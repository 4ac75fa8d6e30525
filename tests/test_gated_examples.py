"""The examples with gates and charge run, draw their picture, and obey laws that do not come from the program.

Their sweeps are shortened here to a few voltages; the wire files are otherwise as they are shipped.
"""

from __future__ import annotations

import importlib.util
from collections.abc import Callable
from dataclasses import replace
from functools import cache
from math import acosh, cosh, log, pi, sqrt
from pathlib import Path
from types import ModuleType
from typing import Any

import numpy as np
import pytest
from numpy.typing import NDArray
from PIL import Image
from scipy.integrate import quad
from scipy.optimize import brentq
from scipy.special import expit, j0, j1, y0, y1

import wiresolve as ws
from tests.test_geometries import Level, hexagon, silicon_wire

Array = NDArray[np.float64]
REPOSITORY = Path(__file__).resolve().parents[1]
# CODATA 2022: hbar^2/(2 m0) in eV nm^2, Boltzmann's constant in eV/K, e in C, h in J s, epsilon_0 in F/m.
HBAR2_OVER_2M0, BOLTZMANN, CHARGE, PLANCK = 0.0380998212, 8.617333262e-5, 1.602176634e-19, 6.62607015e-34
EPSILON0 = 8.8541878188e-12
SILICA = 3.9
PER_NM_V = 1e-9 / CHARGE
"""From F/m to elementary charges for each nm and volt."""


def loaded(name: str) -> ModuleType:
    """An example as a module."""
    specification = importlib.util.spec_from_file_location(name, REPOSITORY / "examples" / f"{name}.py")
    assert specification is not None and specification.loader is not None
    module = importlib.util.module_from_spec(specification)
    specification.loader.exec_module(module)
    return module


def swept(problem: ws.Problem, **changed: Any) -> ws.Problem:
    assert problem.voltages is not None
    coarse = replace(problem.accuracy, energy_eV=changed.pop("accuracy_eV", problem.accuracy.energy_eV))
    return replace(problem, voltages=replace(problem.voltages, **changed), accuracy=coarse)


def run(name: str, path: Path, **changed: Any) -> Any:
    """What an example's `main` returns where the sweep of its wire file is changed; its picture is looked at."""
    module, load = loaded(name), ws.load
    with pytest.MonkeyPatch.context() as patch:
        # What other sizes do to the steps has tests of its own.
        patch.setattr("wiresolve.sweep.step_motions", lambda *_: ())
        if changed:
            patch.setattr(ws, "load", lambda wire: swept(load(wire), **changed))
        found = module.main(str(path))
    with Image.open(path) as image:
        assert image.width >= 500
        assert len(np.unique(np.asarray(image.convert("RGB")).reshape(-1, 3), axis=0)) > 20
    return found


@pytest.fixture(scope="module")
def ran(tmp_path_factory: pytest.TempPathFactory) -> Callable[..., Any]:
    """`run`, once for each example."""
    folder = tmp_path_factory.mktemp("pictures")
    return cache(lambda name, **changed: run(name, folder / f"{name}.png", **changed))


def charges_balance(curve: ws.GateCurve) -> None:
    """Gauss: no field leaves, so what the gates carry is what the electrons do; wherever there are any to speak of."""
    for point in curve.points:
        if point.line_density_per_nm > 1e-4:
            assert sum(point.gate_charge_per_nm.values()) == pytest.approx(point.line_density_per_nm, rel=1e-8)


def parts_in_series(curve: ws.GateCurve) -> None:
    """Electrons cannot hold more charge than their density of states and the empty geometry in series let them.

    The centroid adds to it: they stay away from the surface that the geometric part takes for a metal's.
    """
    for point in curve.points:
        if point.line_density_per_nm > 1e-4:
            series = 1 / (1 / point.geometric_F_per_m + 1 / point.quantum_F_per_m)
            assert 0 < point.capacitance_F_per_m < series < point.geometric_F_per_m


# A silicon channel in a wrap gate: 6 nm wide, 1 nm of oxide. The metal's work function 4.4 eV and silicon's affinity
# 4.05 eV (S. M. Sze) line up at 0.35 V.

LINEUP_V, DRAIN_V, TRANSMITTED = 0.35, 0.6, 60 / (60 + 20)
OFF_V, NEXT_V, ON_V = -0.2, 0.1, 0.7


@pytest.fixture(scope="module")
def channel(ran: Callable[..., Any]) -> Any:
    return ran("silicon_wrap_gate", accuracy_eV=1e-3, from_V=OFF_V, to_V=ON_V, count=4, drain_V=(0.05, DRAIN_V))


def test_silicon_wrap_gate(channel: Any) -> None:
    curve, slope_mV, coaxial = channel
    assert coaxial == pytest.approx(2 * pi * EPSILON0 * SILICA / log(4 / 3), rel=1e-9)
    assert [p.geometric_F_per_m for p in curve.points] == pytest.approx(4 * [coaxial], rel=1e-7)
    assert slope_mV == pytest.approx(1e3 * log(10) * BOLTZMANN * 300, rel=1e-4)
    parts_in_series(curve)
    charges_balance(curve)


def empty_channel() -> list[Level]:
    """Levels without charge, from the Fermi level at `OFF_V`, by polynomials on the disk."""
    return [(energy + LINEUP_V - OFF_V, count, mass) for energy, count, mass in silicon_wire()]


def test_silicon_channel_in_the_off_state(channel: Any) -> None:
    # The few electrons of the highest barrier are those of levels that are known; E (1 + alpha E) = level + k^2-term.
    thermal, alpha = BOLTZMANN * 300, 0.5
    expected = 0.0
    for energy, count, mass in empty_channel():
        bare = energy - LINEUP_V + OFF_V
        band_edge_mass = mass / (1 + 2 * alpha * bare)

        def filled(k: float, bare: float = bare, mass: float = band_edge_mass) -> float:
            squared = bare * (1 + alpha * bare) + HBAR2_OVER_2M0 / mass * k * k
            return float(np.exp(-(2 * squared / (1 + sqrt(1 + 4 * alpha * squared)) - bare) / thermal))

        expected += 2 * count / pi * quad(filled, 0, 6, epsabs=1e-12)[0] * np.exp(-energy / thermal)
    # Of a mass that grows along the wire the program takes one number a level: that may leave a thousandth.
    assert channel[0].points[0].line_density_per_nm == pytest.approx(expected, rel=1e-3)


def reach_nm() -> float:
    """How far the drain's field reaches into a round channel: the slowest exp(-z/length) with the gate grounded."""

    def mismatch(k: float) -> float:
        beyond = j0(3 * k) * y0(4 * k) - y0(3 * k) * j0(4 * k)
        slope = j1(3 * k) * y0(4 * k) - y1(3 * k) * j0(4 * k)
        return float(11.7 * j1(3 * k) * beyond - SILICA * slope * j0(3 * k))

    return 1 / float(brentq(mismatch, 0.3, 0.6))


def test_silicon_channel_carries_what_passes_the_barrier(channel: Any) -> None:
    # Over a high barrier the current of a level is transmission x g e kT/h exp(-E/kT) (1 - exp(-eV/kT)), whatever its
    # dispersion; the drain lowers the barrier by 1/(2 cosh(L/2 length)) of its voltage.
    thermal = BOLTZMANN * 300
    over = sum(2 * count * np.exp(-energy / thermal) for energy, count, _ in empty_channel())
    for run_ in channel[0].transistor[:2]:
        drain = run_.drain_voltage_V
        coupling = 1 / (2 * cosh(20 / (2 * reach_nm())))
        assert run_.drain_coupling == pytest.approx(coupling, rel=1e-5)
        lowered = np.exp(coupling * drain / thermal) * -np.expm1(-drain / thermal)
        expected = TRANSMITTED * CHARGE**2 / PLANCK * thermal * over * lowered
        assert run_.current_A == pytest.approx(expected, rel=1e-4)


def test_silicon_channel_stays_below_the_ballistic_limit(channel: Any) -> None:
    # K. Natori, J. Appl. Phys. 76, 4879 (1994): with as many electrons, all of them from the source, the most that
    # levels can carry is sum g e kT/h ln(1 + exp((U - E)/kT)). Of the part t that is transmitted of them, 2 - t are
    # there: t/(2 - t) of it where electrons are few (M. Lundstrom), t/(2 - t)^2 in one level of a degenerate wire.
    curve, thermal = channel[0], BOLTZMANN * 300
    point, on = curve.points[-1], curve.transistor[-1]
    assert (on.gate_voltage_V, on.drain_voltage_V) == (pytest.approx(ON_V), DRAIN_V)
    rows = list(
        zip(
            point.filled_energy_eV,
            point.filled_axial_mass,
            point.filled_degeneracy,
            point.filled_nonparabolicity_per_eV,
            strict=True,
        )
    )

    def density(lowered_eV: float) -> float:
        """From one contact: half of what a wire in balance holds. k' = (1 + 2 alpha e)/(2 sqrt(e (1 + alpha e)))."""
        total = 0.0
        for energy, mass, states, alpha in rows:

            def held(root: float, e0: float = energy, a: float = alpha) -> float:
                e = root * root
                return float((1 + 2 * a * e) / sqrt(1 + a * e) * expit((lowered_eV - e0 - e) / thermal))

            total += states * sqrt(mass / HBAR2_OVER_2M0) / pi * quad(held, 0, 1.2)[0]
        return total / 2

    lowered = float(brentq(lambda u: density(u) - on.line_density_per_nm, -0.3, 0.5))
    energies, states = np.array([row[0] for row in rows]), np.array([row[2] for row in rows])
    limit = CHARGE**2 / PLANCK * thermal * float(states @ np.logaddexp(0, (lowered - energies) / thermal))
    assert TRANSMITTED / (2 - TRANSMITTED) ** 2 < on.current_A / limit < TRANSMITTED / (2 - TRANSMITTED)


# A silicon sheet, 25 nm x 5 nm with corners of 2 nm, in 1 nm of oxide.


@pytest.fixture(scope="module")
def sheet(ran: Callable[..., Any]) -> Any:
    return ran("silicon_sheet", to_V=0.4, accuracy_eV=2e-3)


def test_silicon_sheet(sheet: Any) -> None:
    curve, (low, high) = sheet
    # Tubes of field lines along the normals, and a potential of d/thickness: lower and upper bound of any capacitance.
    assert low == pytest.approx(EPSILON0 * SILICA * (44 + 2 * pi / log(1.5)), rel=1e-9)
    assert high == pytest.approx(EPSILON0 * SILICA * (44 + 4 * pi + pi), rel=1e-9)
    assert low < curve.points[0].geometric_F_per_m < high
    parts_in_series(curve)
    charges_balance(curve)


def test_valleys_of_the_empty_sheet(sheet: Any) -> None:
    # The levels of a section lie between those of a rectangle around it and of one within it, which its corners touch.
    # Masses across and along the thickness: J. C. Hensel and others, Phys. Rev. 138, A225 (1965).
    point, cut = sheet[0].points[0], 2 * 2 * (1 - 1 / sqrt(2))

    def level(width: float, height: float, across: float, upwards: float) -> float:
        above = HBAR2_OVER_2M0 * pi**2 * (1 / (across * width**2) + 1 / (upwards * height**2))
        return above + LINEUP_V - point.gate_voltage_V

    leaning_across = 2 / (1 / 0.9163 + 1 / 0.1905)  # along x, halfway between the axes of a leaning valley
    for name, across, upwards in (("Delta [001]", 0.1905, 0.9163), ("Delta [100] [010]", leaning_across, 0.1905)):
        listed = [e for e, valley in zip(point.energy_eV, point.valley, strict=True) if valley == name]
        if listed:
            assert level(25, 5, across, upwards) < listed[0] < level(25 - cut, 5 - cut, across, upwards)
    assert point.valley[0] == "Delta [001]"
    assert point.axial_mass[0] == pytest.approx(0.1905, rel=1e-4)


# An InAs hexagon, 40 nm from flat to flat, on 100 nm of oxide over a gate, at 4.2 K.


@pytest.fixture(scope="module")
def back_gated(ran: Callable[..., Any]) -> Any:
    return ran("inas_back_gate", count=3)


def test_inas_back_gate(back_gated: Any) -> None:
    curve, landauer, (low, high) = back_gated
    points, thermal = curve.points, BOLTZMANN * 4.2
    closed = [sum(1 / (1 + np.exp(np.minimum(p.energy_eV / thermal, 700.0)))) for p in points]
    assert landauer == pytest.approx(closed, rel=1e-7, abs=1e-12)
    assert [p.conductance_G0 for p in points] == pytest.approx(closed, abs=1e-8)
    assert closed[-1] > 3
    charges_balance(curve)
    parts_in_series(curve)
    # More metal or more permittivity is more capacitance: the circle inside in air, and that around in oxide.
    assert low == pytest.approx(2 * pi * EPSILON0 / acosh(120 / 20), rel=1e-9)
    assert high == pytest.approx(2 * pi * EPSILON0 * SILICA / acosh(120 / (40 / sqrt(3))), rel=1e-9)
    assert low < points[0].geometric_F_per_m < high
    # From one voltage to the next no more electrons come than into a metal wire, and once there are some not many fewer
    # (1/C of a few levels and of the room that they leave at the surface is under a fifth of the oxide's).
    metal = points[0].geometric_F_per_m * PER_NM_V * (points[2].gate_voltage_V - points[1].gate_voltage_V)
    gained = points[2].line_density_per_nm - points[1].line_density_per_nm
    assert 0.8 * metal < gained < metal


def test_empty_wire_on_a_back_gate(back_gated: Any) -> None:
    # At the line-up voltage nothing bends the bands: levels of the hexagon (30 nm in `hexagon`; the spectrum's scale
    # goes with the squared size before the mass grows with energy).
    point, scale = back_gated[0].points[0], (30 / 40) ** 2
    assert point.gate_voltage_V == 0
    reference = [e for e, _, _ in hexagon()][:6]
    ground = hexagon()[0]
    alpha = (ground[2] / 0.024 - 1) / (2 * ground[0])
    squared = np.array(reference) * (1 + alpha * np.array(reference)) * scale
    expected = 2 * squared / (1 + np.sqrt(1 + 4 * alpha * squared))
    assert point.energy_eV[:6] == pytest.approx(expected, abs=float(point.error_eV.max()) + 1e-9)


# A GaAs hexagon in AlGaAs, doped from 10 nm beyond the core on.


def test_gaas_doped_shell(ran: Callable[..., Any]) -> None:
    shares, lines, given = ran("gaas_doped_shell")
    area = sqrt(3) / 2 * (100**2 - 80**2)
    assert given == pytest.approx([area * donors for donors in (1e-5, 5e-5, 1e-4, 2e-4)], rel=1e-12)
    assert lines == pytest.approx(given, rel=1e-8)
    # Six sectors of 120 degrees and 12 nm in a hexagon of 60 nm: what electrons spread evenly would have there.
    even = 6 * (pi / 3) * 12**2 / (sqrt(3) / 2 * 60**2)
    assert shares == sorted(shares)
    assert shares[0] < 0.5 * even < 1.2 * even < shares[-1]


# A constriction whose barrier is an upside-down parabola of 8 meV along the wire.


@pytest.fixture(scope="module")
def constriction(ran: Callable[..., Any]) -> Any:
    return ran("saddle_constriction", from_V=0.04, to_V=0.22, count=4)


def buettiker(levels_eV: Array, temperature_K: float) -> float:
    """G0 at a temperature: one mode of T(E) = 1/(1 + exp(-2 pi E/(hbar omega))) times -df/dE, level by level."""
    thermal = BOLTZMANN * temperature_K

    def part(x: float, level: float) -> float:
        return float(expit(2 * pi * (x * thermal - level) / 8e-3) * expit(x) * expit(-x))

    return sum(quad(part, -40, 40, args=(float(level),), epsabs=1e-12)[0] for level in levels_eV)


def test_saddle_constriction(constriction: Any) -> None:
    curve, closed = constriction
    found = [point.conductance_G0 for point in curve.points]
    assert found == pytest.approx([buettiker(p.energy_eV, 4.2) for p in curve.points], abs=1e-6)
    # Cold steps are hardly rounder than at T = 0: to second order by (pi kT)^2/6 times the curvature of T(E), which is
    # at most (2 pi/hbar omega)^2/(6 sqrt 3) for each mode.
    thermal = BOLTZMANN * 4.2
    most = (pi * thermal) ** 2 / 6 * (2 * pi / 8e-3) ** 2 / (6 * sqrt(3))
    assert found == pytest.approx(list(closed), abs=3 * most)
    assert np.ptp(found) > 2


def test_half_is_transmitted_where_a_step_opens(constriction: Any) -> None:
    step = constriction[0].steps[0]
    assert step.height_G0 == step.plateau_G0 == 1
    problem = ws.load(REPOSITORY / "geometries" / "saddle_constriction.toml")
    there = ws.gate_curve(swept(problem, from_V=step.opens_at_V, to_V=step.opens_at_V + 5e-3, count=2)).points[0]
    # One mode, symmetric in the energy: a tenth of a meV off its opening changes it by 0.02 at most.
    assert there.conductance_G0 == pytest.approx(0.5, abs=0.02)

## Exercise details
In the records above, the line with "with Image.open(path) as" marks the start and the line with "def empty_channel() ->" marks the end; copy that stretch exactly, both lines included, and nothing else.

## Response to this task
    with Image.open(path) as image:
        assert image.width >= 500
        assert len(np.unique(np.asarray(image.convert("RGB")).reshape(-1, 3), axis=0)) > 20
    return found


@pytest.fixture(scope="module")
def ran(tmp_path_factory: pytest.TempPathFactory) -> Callable[..., Any]:
    """`run`, once for each example."""
    folder = tmp_path_factory.mktemp("pictures")
    return cache(lambda name, **changed: run(name, folder / f"{name}.png", **changed))


def charges_balance(curve: ws.GateCurve) -> None:
    """Gauss: no field leaves, so what the gates carry is what the electrons do; wherever there are any to speak of."""
    for point in curve.points:
        if point.line_density_per_nm > 1e-4:
            assert sum(point.gate_charge_per_nm.values()) == pytest.approx(point.line_density_per_nm, rel=1e-8)


def parts_in_series(curve: ws.GateCurve) -> None:
    """Electrons cannot hold more charge than their density of states and the empty geometry in series let them.

    The centroid adds to it: they stay away from the surface that the geometric part takes for a metal's.
    """
    for point in curve.points:
        if point.line_density_per_nm > 1e-4:
            series = 1 / (1 / point.geometric_F_per_m + 1 / point.quantum_F_per_m)
            assert 0 < point.capacitance_F_per_m < series < point.geometric_F_per_m


# A silicon channel in a wrap gate: 6 nm wide, 1 nm of oxide. The metal's work function 4.4 eV and silicon's affinity
# 4.05 eV (S. M. Sze) line up at 0.35 V.

LINEUP_V, DRAIN_V, TRANSMITTED = 0.35, 0.6, 60 / (60 + 20)
OFF_V, NEXT_V, ON_V = -0.2, 0.1, 0.7


@pytest.fixture(scope="module")
def channel(ran: Callable[..., Any]) -> Any:
    return ran("silicon_wrap_gate", accuracy_eV=1e-3, from_V=OFF_V, to_V=ON_V, count=4, drain_V=(0.05, DRAIN_V))


def test_silicon_wrap_gate(channel: Any) -> None:
    curve, slope_mV, coaxial = channel
    assert coaxial == pytest.approx(2 * pi * EPSILON0 * SILICA / log(4 / 3), rel=1e-9)
    assert [p.geometric_F_per_m for p in curve.points] == pytest.approx(4 * [coaxial], rel=1e-7)
    assert slope_mV == pytest.approx(1e3 * log(10) * BOLTZMANN * 300, rel=1e-4)
    parts_in_series(curve)
    charges_balance(curve)


def empty_channel() -> list[Level]:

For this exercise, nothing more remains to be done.